I have both the Handel Masterworks box sets by Decca & Brilliant Classics. They are both nice sets although I admit I haven't spent hours analyzing them and I'm not "real" picky on Modern vs Period instruments. I like both.

I haven't "studied" Handel like I'm sure many others have so I'm not an expert on Handel recordings, but I most often listen to his Orchestral Works.

My favorite recording of his Orchestral Works is this one from Trevor Pinnock and is played on Period Instruments.









That's the only recording I personally recommend for Handel.

I have a few recordings of Messiah but only 1 or 2 recordings of most of his other vocal works so I'm afraid I can't help you much there.


----------



## vincentfernandes

I agree, PInnock does a fantastic job on the orchestral works. I have that set too, both on vinyl and cds and love it, but I am interested in extending my Handel music knowledge a bit, and sadly, not everything can be found online. The Handel Eidtion from warner music contains many recordings by narnoncours, a person whose interpretations always intrigued me, but I just can't believe there isn't a complete box for Handel anywhere.


----------



## realdealblues

I'm sure Brilliant Classics will come out with one eventually, but yeah, I haven't seen a complete works box for Handel yet.


----------



## bigshot

The Brilliant Classics Handel box is excellent, inexpensive and fits your requirements. It's sometimes on sale at Amazon.de


----------



## KRoad

bigshot said:


> The Brilliant Classics Handel box is excellent, inexpensive and fits your requirements. It's sometimes on sale at Amazon.de


I'll second (or third this).


----------



## vincentfernandes

Hang on, I'm a little confused... Are you referring to the 40disk box set wthat contains things like the Concerti Grossi on period instruments, and several operas on period instruments as well? Handel - The Masterworks? As far as I know it contained only a few operas and two oratorios, and the English songs and a lot of anthems were missing.


----------



## quack

Apparently not all Handel's works have been recorded, Deidamia is one such opera and I didn't even know he had a set of english songs, never seen those about. So a complete works is still pretty unlikely, and they seem rare for prolific opera composers or baroque composers unless they are Bach.

The Brilliant box sets do tend to be a meat-grinder approach, lots of works but often little to distinguish between them, better to get the music recorded by more characteristic musicians like Pinnock.


----------



## vincentfernandes

Yes, you're probably right that I should go for Pinnock. I had a look around on Amazon and the anthems I'm missing aren't even recorded - God knows why because the sheet music exists - and the oratorios I'm looking for are also quite rare... It's going to be more expensive to look for seperate recordings, but I'm just not satisfied when Brilliant says 'various artists'. If that is all they can come up with, I will indeed try and find more by Pinnock.

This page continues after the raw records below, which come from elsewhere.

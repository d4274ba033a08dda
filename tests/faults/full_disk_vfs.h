// An SQLite VFS over the default one whose disk is full after so many bytes: the write that does not fit is
// cut short and fails with SQLITE_FULL, as a file system does it.
#pragma once

#include <cstdint>
#include <string>

namespace pastern::faults {

class FullDisk {
 public:
  FullDisk();
  ~FullDisk();
  FullDisk(const FullDisk&) = delete;
  FullDisk& operator=(const FullDisk&) = delete;

  [[nodiscard]] std::string vfs() const;  ///< its name, for Journal::open
  /// From now on this many bytes still fit; negative: as many as you like.
  void leave(std::int64_t bytes);
  [[nodiscard]] std::int64_t written() const;  ///< bytes since the last leave()
};

}  // namespace pastern::faults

So... other than that, does anyone know something about that Little Orchestra of London recording of Royal Fireworks? I would do anything in the world to hear that organ version of Fireworks again, but I can't find it anywhere.


----------



## bigshot

I've got several of the Brilliant boxes, and not one of them takes a meat grinder approach. What they've taught me is that when it comes to good performances, the usual suspects don't have a monopoly.


----------



## vincentfernandes

Agreed, some orchestras do an amazing job and don't get enough credit, but to include stuff performed on modern instruments is just a bit over the top for me. I mean, it's like you would have to hear the English Concert play film music. It's just not done, I think...


----------



## bigshot

I actually wish Brilliant Classics had recordings on modern instruments. That isn't the case with the boxes I have.


----------



## presto

realdealblues said:


> I'm sure Brilliant Classics will come out with one eventually, but yeah, I haven't seen a complete works box for Handel yet.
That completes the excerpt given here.